**Problem to work on:** Transcribe the entries below without alteration.

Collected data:

Start of Block

/**
 * The money path end to end in Chromium: the desk invoices the demo job and sends it, the customer
 * opens the evidence report, pays on the payment page, and sees the invoice paid; the outbox shows
 * the messages. Set BILLING_SHOTS=/some/dir to keep screenshots of each step.
 */
import { afterAll, beforeAll, describe, expect, it } from 'vitest';
import { mkdirSync } from 'node:fs';
import { join, resolve } from 'node:path';
import { fileURLToPath } from 'node:url';
import { chromium, type Browser, type Page } from 'playwright-core';
import { startTestServer } from '../support/server';
import { ensureWebBuild } from '../../scripts/lib/web-build';
import type { RunningServer } from '../../server/main';
import { launchChromium, signInPage } from '../support/browser';

const root = resolve(fileURLToPath(new URL('../..', import.meta.url)));
const shots = process.env.BILLING_SHOTS;
let server: RunningServer;
let browser: Browser;

beforeAll(async () => {
  const dist = ensureWebBuild(root, () => {});
  server = await startTestServer({ WEB_DIST: dist });
  browser = await launchChromium(chromium);
  if (shots) mkdirSync(shots, { recursive: true });
});
afterAll(async () => {
  await browser?.close();
  await server?.close();
});

async function shot(page: Page, name: string) {
  if (shots) await page.screenshot({ path: join(shots, `${name}.png`), fullPage: true });
}

const signIn = (page: Page, email: string) => signInPage(page, server.url, email);

describe('invoice, evidence and payment in the browser', () => {
  it('desk invoices the demo job, the customer pays it, the outbox shows the messages', async () => {
    const desk = await (await browser.newContext({ viewport: { width: 1280, height: 900 } })).newPage();
    await signIn(desk, 'desk@quietpath.test');
    await desk.getByRole('link', { name: 'Invoices' }).click();
    await desk.getByRole('heading', { name: 'Invoices' }).waitFor();
    await desk.locator('.job-pick').click();
    await desk.getByRole('option', { name: /J-0001/ }).click();
    await desk.locator('.open-billing').click();
    await desk.waitForURL(/\/billing\/jobs\/1$/);
    await desk.locator('.create-invoice').click();
    await desk.waitForURL(/\/invoices\/\d+$/);
    const invoiceUrl = desk.url();

    // Add a labour line to the draft: 1.5 h at 65.00.
    await desk.locator('.invoice-status[data-status=draft]').first().waitFor();
    const before = await desk.locator('table.lines tbody tr').count();
    expect(before).toBeGreaterThan(0); // the repair log's part is already on the draft
    await desk.locator('.add-line').click();
    await desk.fill(`input[name=line-${before}-description]`, 'Bench labour: diagnosis and repair');
    const qty = desk.locator(`#line-${before}-qty`);
    await qty.click();
    await qty.press('ControlOrMeta+a');
    await qty.pressSequentially('1.5');
    const price = desk.locator(`#line-${before}-price`);
    await price.click();
    await price.press('ControlOrMeta+a');
    await price.pressSequentially('65');
    await price.press('Tab');
    await shot(desk, '1-draft');
    await desk.locator('.send-invoice').click();
    await desk.locator('.invoice-status[data-status=sent]').first().waitFor();
    const total = (await desk.locator('.invoice-total').innerText()).trim();
    const reference = (await desk.locator('h1 .figure').innerText()).trim();
    // The part from the repair log plus 1.5 h × €65.00 = €97.50, then 20 % tax on the subtotal.
    const lineTexts = await desk.locator('table.lines tbody tr').allInnerTexts();
    expect(lineTexts.some((t) => t.includes('Bench labour') && t.includes('€97.50'))).toBe(true);
    expect(total).toMatch(/^€\d/);
    await shot(desk, '2-sent');

    const customer = await (await browser.newContext({ viewport: { width: 1280, height: 900 } })).newPage();
    await signIn(customer, 'customer@quietpath.test');
    await customer.getByRole('link', { name: 'My repairs' }).click();
    await customer.locator('.repair-card', { hasText: 'J-0001' }).click();
    await customer.waitForURL(/\/my\/repairs\/1$/);
    const evidenceHref = await customer.locator('.evidence-link').getAttribute('href');
    const evidence = await customer.request.get(`${server.url}${evidenceHref}`);
    expect(evidence.status()).toBe(200);
    expect(evidence.headers()['content-type']).toBe('application/pdf');
    expect((await evidence.body()).subarray(0, 5).toString('latin1')).toBe('%PDF-');
    await shot(customer, '3-customer-job');

    const row = customer.locator(`.invoice[data-invoice="${reference}"]`);
    await row.locator('.invoice-status[data-status=sent]').waitFor();
    expect(await row.locator('.total').innerText()).toBe(total);
    await row.locator('.pay').click();
    await customer.waitForURL(/\/pay\/cs_test_/);
    await customer.getByText(total.replace(/\s/g, ' ')).first().waitFor();
    await shot(customer, '4-payment-page');
    await customer.getByRole('button', { name: /^Pay / }).click();
    await customer.waitForURL(/\/my\/repairs\/1\?paid=\d+$/);
    await customer.locator('.paid-banner').waitFor();
    await row.locator('.invoice-status[data-status=paid]').waitFor();
    await shot(customer, '5-paid');

    await desk.goto(invoiceUrl);
    await desk.locator('.invoice-status[data-status=paid]').first().waitFor();
    await desk.getByRole('link', { name: 'Outbox' }).click();
    await desk.getByRole('heading', { name: 'Outbox' }).waitFor();
    await desk.locator('.outbox-page .message[data-kind=payment_received]').first().waitFor();
    const subjects = await desk.locator('.outbox-page .subject').allInnerTexts();
    expect(subjects.some((s) => /^Invoice .* for your Vellmark Solace 70/.test(s))).toBe(true);
    expect(subjects.some((s) => /^Payment received for invoice/.test(s))).toBe(true);
    await desk.locator('.outbox-page .message[data-kind=invoice] .head').first().click();
    const attachments = await desk.locator('.outbox-page .attachments a').allInnerTexts();
    expect(attachments.some((a) => a.includes('evidence-J-0001.pdf'))).toBe(true);
    await shot(desk, '6-outbox');
  }, 150_000);
});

End of Block

**Exercise answer:**
/**
 * The money path end to end in Chromium: the desk invoices the demo job and sends it, the customer
 * opens the evidence report, pays on the payment page, and sees the invoice paid; the outbox shows
 * the messages. Set BILLING_SHOTS=/some/dir to keep screenshots of each step.
 */
import { afterAll, beforeAll, describe, expect, it } from 'vitest';
import { mkdirSync } from 'node:fs';
import { join, resolve } from 'node:path';
import { fileURLToPath } from 'node:url';
import { chromium, type Browser, type Page } from 'playwright-core';
import { startTestServer } from '../support/server';
import { ensureWebBuild } from '../../scripts/lib/web-build';
import type { RunningServer } from '../../server/main';
import { launchChromium, signInPage } from '../support/browser';

const root = resolve(fileURLToPath(new URL('../..', import.meta.url)));
const shots = process.env.BILLING_SHOTS;
let server: RunningServer;
let browser: Browser;

beforeAll(async () => {
  const dist = ensureWebBuild(root, () => {});
  server = await startTestServer({ WEB_DIST: dist });
  browser = await launchChromium(chromium);
  if (shots) mkdirSync(shots, { recursive: true });
});
afterAll(async () => {
  await browser?.close();
  await server?.close();
});

async function shot(page: Page, name: string) {
  if (shots) await page.screenshot({ path: join(shots, `${name}.png`), fullPage: true });
}

const signIn = (page: Page, email: string) => signInPage(page, server.url, email);

describe('invoice, evidence and payment in the browser', () => {
  it('desk invoices the demo job, the customer pays it, the outbox shows the messages', async () => {
    const desk = await (await browser.newContext({ viewport: { width: 1280, height: 900 } })).newPage();
    await signIn(desk, 'desk@quietpath.test');
    await desk.getByRole('link', { name: 'Invoices' }).click();
    await desk.getByRole('heading', { name: 'Invoices' }).waitFor();
    await desk.locator('.job-pick').click();
    await desk.getByRole('option', { name: /J-0001/ }).click();
    await desk.locator('.open-billing').click();
    await desk.waitForURL(/\/billing\/jobs\/1$/);
    await desk.locator('.create-invoice').click();
    await desk.waitForURL(/\/invoices\/\d+$/);
    const invoiceUrl = desk.url();

    // Add a labour line to the draft: 1.5 h at 65.00.
    await desk.locator('.invoice-status[data-status=draft]').first().waitFor();
    const before = await desk.locator('table.lines tbody tr').count();
    expect(before).toBeGreaterThan(0); // the repair log's part is already on the draft
    await desk.locator('.add-line').click();
    await desk.fill(`input[name=line-${before}-description]`, 'Bench labour: diagnosis and repair');
    const qty = desk.locator(`#line-${before}-qty`);
    await qty.click();
    await qty.press('ControlOrMeta+a');
    await qty.pressSequentially('1.5');
    const price = desk.locator(`#line-${before}-price`);
    await price.click();
    await price.press('ControlOrMeta+a');
    await price.pressSequentially('65');
    await price.press('Tab');
    await shot(desk, '1-draft');
    await desk.locator('.send-invoice').click();
    await desk.locator('.invoice-status[data-status=sent]').first().waitFor();
    const total = (await desk.locator('.invoice-total').innerText()).trim();
    const reference = (await desk.locator('h1 .figure').innerText()).trim();
    // The part from the repair log plus 1.5 h × €65.00 = €97.50, then 20 % tax on the subtotal.
    const lineTexts = await desk.locator('table.lines tbody tr').allInnerTexts();
    expect(lineTexts.some((t) => t.includes('Bench labour') && t.includes('€97.50'))).toBe(true);
    expect(total).toMatch(/^€\d/);
    await shot(desk, '2-sent');

    const customer = await (await browser.newContext({ viewport: { width: 1280, height: 900 } })).newPage();
    await signIn(customer, 'customer@quietpath.test');
    await customer.getByRole('link', { name: 'My repairs' }).click();
    await customer.locator('.repair-card', { hasText: 'J-0001' }).click();
    await customer.waitForURL(/\/my\/repairs\/1$/);
    const evidenceHref = await customer.locator('.evidence-link').getAttribute('href');
    const evidence = await customer.request.get(`${server.url}${evidenceHref}`);
    expect(evidence.status()).toBe(200);
    expect(evidence.headers()['content-type']).toBe('application/pdf');
    expect((await evidence.body()).subarray(0, 5).toString('latin1')).toBe('%PDF-');
    await shot(customer, '3-customer-job');

    const row = customer.locator(`.invoice[data-invoice="${reference}"]`);
    await row.locator('.invoice-status[data-status=sent]').waitFor();
    expect(await row.locator('.total').innerText()).toBe(total);
    await row.locator('.pay').click();
    await customer.waitForURL(/\/pay\/cs_test_/);
    await customer.getByText(total.replace(/\s/g, ' ')).first().waitFor();
    await shot(customer, '4-payment-page');
    await customer.getByRole('button', { name: /^Pay / }).click();
    await customer.waitForURL(/\/my\/repairs\/1\?paid=\d+$/);
    await customer.locator('.paid-banner').waitFor();
    await row.locator('.invoice-status[data-status=paid]').waitFor();
    await shot(customer, '5-paid');

    await desk.goto(invoiceUrl);
    await desk.locator('.invoice-status[data-status=paid]').first().waitFor();
    await desk.getByRole('link', { name: 'Outbox' }).click();
    await desk.getByRole('heading', { name: 'Outbox' }).waitFor();
    await desk.locator('.outbox-page .message[data-kind=payment_received]').first().waitFor();
    const subjects = await desk.locator('.outbox-page .subject').allInnerTexts();
    expect(subjects.some((s) => /^Invoice .* for your Vellmark Solace 70/.test(s))).toBe(true);
    expect(subjects.some((s) => /^Payment received for invoice/.test(s))).toBe(true);
    await desk.locator('.outbox-page .message[data-kind=invoice] .head').first().click();
    const attachments = await desk.locator('.outbox-page .attachments a').allInnerTexts();
    expect(attachments.some((a) => a.includes('evidence-J-0001.pdf'))).toBe(true);
    await shot(desk, '6-outbox');
  }, 150_000);
});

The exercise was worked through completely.